Future work should therefore focus on large-scale application of the framework, including the development of weighting schemes (e.g., multi-criteria decision analysis), aggregation methods for composite IEQ indices, and sensitivity analysis to evaluate robustness under varying conditions. Such validation is essential to fully establish the framework’s practical applicability, reliability, and decision-support value.

Finally, the sustainability pillar and SDG alignment were based on structured, literature-informed judgment. Although conservative scoring rules and explicit linkage criteria were applied to minimize subjectivity, alternative weighting schemes or stakeholder-driven prioritization approaches may yield variations in alignment outcomes.

5. Conclusions

This study developed a sustainability-oriented framework for assessing Indoor Environmental Quality (IEQ) in academic buildings based on a systematic review of 142 peer-reviewed studies (2010–2025). A total of 118 indicators were identified and classified into six domains: Thermal Comfort, Indoor Air Quality, Acoustic Quality, Visual Comfort, Environmental Quality, and Spatial Quality. Using structured screening criteria, only 50 indicators (42%) were found to be methodologically robust, underscoring the need for more standardized, reliable IEQ metrics.

The results confirm that IEQ indicators have clear and defensible linkages to the environmental, social, and economic pillars of sustainability, with strong alignment to SDG 3 (health), SDG 4 (education), SDG 7 (energy), SDG 11 (sustainable cities), and SDG 13 (climate action). Building on these findings, the study proposed a Sustainability-Aligned IEQ Indicator Framework that integrates indicator screening, sustainability mapping, SDG alignment, and mixed-method assessment combining objective measurements and occupant perception.

The framework provides a transparent and replicable basis for evaluating classroom environments and supports more holistic, sustainability-driven decision-making. It is particularly relevant for naturally ventilated and tropical academic settings, where environmental challenges and resource constraints require context-sensitive approaches.

5.1. Implications

This study emphasizes that indicator quality is more critical than quantity in IEQ assessment. The high proportion of rejected indicators (58%) demonstrates the need for standardized, measurable, and decision-relevant metrics.

For practice, the framework offers a structured tool for classroom audits, post-occupancy evaluation, and retrofit planning by linking IEQ performance to sustainability objectives, health outcomes, and operational efficiency. It enables institutions to prioritize key indicators and to apply mixed-method approaches for more accurate, human-centered assessments.

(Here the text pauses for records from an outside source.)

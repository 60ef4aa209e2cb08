// Drawings for the export tests: example netlists imported and laid out (ELK, bundled build).
import { readFileSync } from 'node:fs';
import type { Netlist } from '../../src/engine/types';
import type { DrawingDocument } from '../../src/schematic/document';
import { netlistToDrawing } from '../../src/layout/importNetlist';
import { nodeElk } from '../../src/layout/elkNode';
import { DOMParser } from '@xmldom/xmldom';

export function exampleNetlist(name: string): Netlist {
  return JSON.parse(readFileSync(new URL(`../../src/examples/netlists/${name}.json`, import.meta.url), 'utf8')) as Netlist;
}

export async function exampleDrawing(name: string): Promise<DrawingDocument> {
  const r = await netlistToDrawing(exampleNetlist(name), nodeElk());
  if (!r.ok) throw new Error(r.messages.join('; '));
  return r.doc;
}

/** Parse with an XML parser; every warning or error is collected (a well-formed file has none). */
export function parseXml(text: string) {
  const problems: string[] = [];
  const doc = new DOMParser({ onError: (level, msg) => { problems.push(`${level}: ${msg}`); } }).parseFromString(text, 'image/svg+xml');
  return { doc, problems };
}

export function all(node: { getElementsByTagName(n: string): ArrayLike<unknown> }, tag: string): Element[] {
  return Array.from(node.getElementsByTagName(tag) as ArrayLike<Element>);
}
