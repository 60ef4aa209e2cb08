// One source of overlay truth: the canvas overlay's annotations (src/live liveAnnotations) and the
// exported SVG's annotations (src/export annotationsFor) are the same data for the same settings,
// here with a feedback loop selected and nets coloured by τ; the command line's --svg with no
// settings equals the export of a freshly opened drawing. Common practice: one model, two views.
import { mkdtempSync, readFileSync } from 'node:fs';
import { tmpdir } from 'node:os';
import { join } from 'node:path';
import { describe, expect, it } from 'vitest';
import { createLiveStore } from '../../src/live/store';
import { createSameThreadRunner } from '../../src/worker/runner';
import { liveAnnotations } from '../../src/live/annotateLive';
import type { LiveState } from '../../src/live/types';
import { EXAMPLE_DRAWINGS } from '../../src/examples/index';
import { analyseDrawing, annotatedSvg, annotationsFor, shownSvg } from '../../src/export/exportDrawing';
import { exportOptionsOf } from '../../src/export/liveOptions';
import { writeSvgFile } from '../../src/export/cliExport';
import { saveDrawing } from '../../src/schematic/file';
import { placedBounds } from '../../src/schematic/symbols';
import { boxArea } from '../../src/export/badgeLayout';
import { badgesOnScreen } from '../../src/canvas/overlayModel';

function until(store: ReturnType<typeof createLiveStore>, ok: (s: LiveState) => boolean, ms = 30000): Promise<LiveState> {
  return new Promise((resolve, reject) => {
    if (ok(store.getState())) return resolve(store.getState());
    const t = setTimeout(() => { off(); reject(new Error('timed out waiting for the store')); }, ms);
    const off = store.subscribe(() => { if (ok(store.getState())) { clearTimeout(t); off(); resolve(store.getState()); } });
  });
}

const date = '2024-05-06';
const settled = (s: LiveState) => s.stage === 2 && s.status === 'idle' && !!s.result;

describe('canvas overlay and SVG export share the annotations', () => {
  it('with a loop selected and τ colouring, for an example with feedback', async () => {
    const ex = EXAMPLE_DRAWINGS.find((e) => e.id === 'two-stage-miller-unity')!;
    const doc = ex.load();
    const store = createLiveStore({ runner: createSameThreadRunner() });
    store.actions.submit(doc);
    let s = await until(store, settled);
    const loopId = Object.keys(s.loops)[0];
    expect(loopId).toBeDefined();
    store.actions.selectLoop(loopId);
    store.actions.setColorMode('timeConstant');
    s = await until(store, (x) => settled(x) && x.settings.selectedLoopId === loopId && x.settings.colorMode === 'timeConstant');
    const canvas = liveAnnotations(s)!;
    expect(canvas.loop?.loopId).toBe(loopId);
    expect(canvas.legend?.title).toMatch(/time constant/);

    const opts = exportOptionsOf(s.settings, s.loops, date);
    const exported = annotationsFor(doc, analyseDrawing(doc, opts), opts);
    expect(exported).toEqual(canvas);
    // Badge boxes: one placement (annotate → badgeLayout), clear of symbol bodies and of each
    // other, and the canvas draws exactly those boxes (world → screen by the camera only).
    expect(exported.badges.map((b) => [b.net, b.box, b.leader])).toEqual(canvas.badges.map((b) => [b.net, b.box, b.leader]));
    expect(canvas.badges.length).toBeGreaterThan(2);
    const bodies = Object.values(doc.parts).map((p) => ({ ref: p.ref, ...placedBounds(p) }));
    const hits = canvas.badges.flatMap((b) => bodies.filter((p) => boxArea(b.box, p) > 0).map((p) => `${b.net} on ${p.ref}`));
    expect(hits).toEqual([]);
    const pairs = canvas.badges.flatMap((a, i) => canvas.badges.slice(i + 1).filter((b) => boxArea(a.box, b.box) > 0).map((b) => `${a.net}/${b.net}`));
    expect(pairs).toEqual([]);
    const cam = { scale: 1.5, x: 40, y: -20 };
    expect(badgesOnScreen(canvas.badges, cam).map((b) => [b.left, b.top, b.width, b.height]))
      .toEqual(canvas.badges.map((b) => [b.box.x * 1.5 + 40, b.box.y * 1.5 - 20, b.box.width * 1.5, b.box.height * 1.5]));
    // Loop path points: the same in both, closed, and routed through member parts' centres
    // between the nets (the points that are not net anchors are member bodies' centres).
    expect(exported.loop!.points).toEqual(canvas.loop!.points);
    const pts = canvas.loop!.points;
    expect(pts[pts.length - 1]).toEqual(pts[0]);
    const members = new Set(s.loops[loopId].parts);
    const centres = Object.values(doc.parts).filter((p) => members.has(p.ref)).map((p) => { const r = placedBounds(p); return { x: r.x + r.width / 2, y: r.y + r.height / 2 }; });
    const via = pts.filter((_, i) => i % 2 === 1);
    expect(via.length).toBeGreaterThan(0);
    for (const p of via) expect(centres).toContainEqual(p);
    // And so the SVG text: recomputed from the drawing = drawn from what the canvas shows.
    expect(annotatedSvg(doc, opts)).toBe(shownSvg(doc, { annotations: canvas, result: s.result! }, opts));
    store.actions.dispose();
  });

  it('npm run analyze -- <drawing> --svg writes what a freshly opened drawing shows', async () => {
    const ex = EXAMPLE_DRAWINGS.find((e) => e.id === 'sensor-cs-miller')!;
    const doc = ex.load();
    const store = createLiveStore({ runner: createSameThreadRunner() });
    store.actions.submit(doc);
    const s = await until(store, settled);
    const today = new Date().toISOString().slice(0, 10);
    const path = join(mkdtempSync(join(tmpdir(), 'onetruth-')), 'out.svg');
    expect(await writeSvgFile(JSON.parse(saveDrawing(doc)), path)).toEqual([]);
    expect(readFileSync(path, 'utf8')).toBe(shownSvg(doc, { annotations: liveAnnotations(s)!, result: s.result! }, { date: today }));
    store.actions.dispose();
  });
});
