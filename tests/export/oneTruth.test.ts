// One source of overlay truth: the canvas overlay's annotations (src/live liveAnnotations) and the
// exported SVG's annotations (src/export annotationsFor) are the same data for the same settings,
// here with a feedback loop selected and nets coloured by τ; the command line's --svg with no
// settings equals the export of a freshly opened drawing. Common practice: one model, two views.
import { mkdtempSync, readFileSync } from 'node:fs';
import { tmpdir } from 'node:os';
import { join } from 'node:path';
import { describe, expect, it } from 'vitest';
import { createLiveStore } from '../../src/live/store';
import { createSameThreadRunner } from '../../src/worker/runner';
import { liveAnnotations } from '../../src/live/annotateLive';
import type { LiveState } from '../../src/live/types';
import { EXAMPLE_DRAWINGS } from '../../src/examples/index';
import { analyseDrawing, annotatedSvg, annotationsFor, shownSvg } from '../../src/export/exportDrawing';
import { exportOptionsOf } from '../../src/export/liveOptions';
import { writeSvgFile } from '../../src/export/cliExport';
import { saveDrawing } from '../../src/schematic/file';

function until(store: ReturnType<typeof createLiveStore>, ok: (s: LiveState) => boolean, ms = 30000): Promise<LiveState> {
  return new Promise((resolve, reject) => {
    if (ok(store.getState())) return resolve(store.getState());
    const t = setTimeout(() => { off(); reject(new Error('timed out waiting for the store')); }, ms);
    const off = store.subscribe(() => { if (ok(store.getState())) { clearTimeout(t); off(); resolve(store.getState()); } });
  });
}

const date = '2024-05-06';
const settled = (s: LiveState) => s.stage === 2 && s.status === 'idle' && !!s.result;

describe('canvas overlay and SVG export share the annotations', () => {
  it('with a loop selected and τ colouring, for an example with feedback', async () => {
    const ex = EXAMPLE_DRAWINGS.find((e) => e.id === 'two-stage-miller-unity')!;
    const doc = ex.load();
    const store = createLiveStore({ runner: createSameThreadRunner() });
    store.actions.submit(doc);
    let s = await until(store, settled);
    const loopId = Object.keys(s.loops)[0];
    expect(loopId).toBeDefined();
    store.actions.selectLoop(loopId);
    store.actions.setColorMode('timeConstant');
    s = await until(store, (x) => settled(x) && x.settings.selectedLoopId === loopId && x.settings.colorMode === 'timeConstant');
    const canvas = liveAnnotations(s)!;
    expect(canvas.loop?.loopId).toBe(loopId);
    expect(canvas.legend?.title).toMatch(/time constant/);

    const opts = exportOptionsOf(s.settings, s.loops, date);
    const exported = annotationsFor(doc, analyseDrawing(doc, opts), opts);
    expect(exported).toEqual(canvas);
    // And so the SVG text: recomputed from the drawing = drawn from what the canvas shows.
    expect(annotatedSvg(doc, opts)).toBe(shownSvg(doc, { annotations: canvas, result: s.result! }, opts));
    store.actions.dispose();
  });

  it('npm run analyze -- <drawing> --svg writes what a freshly opened drawing shows', async () => {
    const ex = EXAMPLE_DRAWINGS.find((e) => e.id === 'sensor-cs-miller')!;
    const doc = ex.load();
    const store = createLiveStore({ runner: createSameThreadRunner() });
    store.actions.submit(doc);
    const s = await until(store, settled);
    const today = new Date().toISOString().slice(0, 10);
    const path = join(mkdtempSync(join(tmpdir(), 'onetruth-')), 'out.svg');
    expect(await writeSvgFile(JSON.parse(saveDrawing(doc)), path)).toEqual([]);
    expect(readFileSync(path, 'utf8')).toBe(shownSvg(doc, { annotations: liveAnnotations(s)!, result: s.result! }, { date: today }));
    store.actions.dispose();
  });
});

At the policy level, the findings support integrating IEQ into educational building standards, sustainability reporting, and climate-responsive infrastructure planning. The study also highlights the need for climate-specific IEQ benchmarks, particularly for tropical and naturally ventilated environments.

5.2. Practical Recommendations

Institutions should focus on a core set of validated IEQ indicators (e.g., temperature, humidity, CO₂, particulate matter, noise, and illuminance) and adopt a mixed-method assessment that combines environmental monitoring with occupant feedback. IEQ should be explicitly considered in energy retrofit projects to avoid unintended performance trade-offs. In tropical settings, priority should be given to passive and operational strategies such as natural ventilation optimization, shading, and adaptive controls.

5.3. Future Research Directions

Future research should prioritize empirical validation of the framework through field applications in diverse academic settings. The development of composite IEQ indices using MCDA approaches, integration of uncertainty analysis, and longitudinal studies linking IEQ to educational outcomes are also recommended. Further work is needed on energy–IEQ co-optimization and the role of occupant behavior in naturally ventilated buildings, alongside the establishment of standardized IEQ reporting protocols.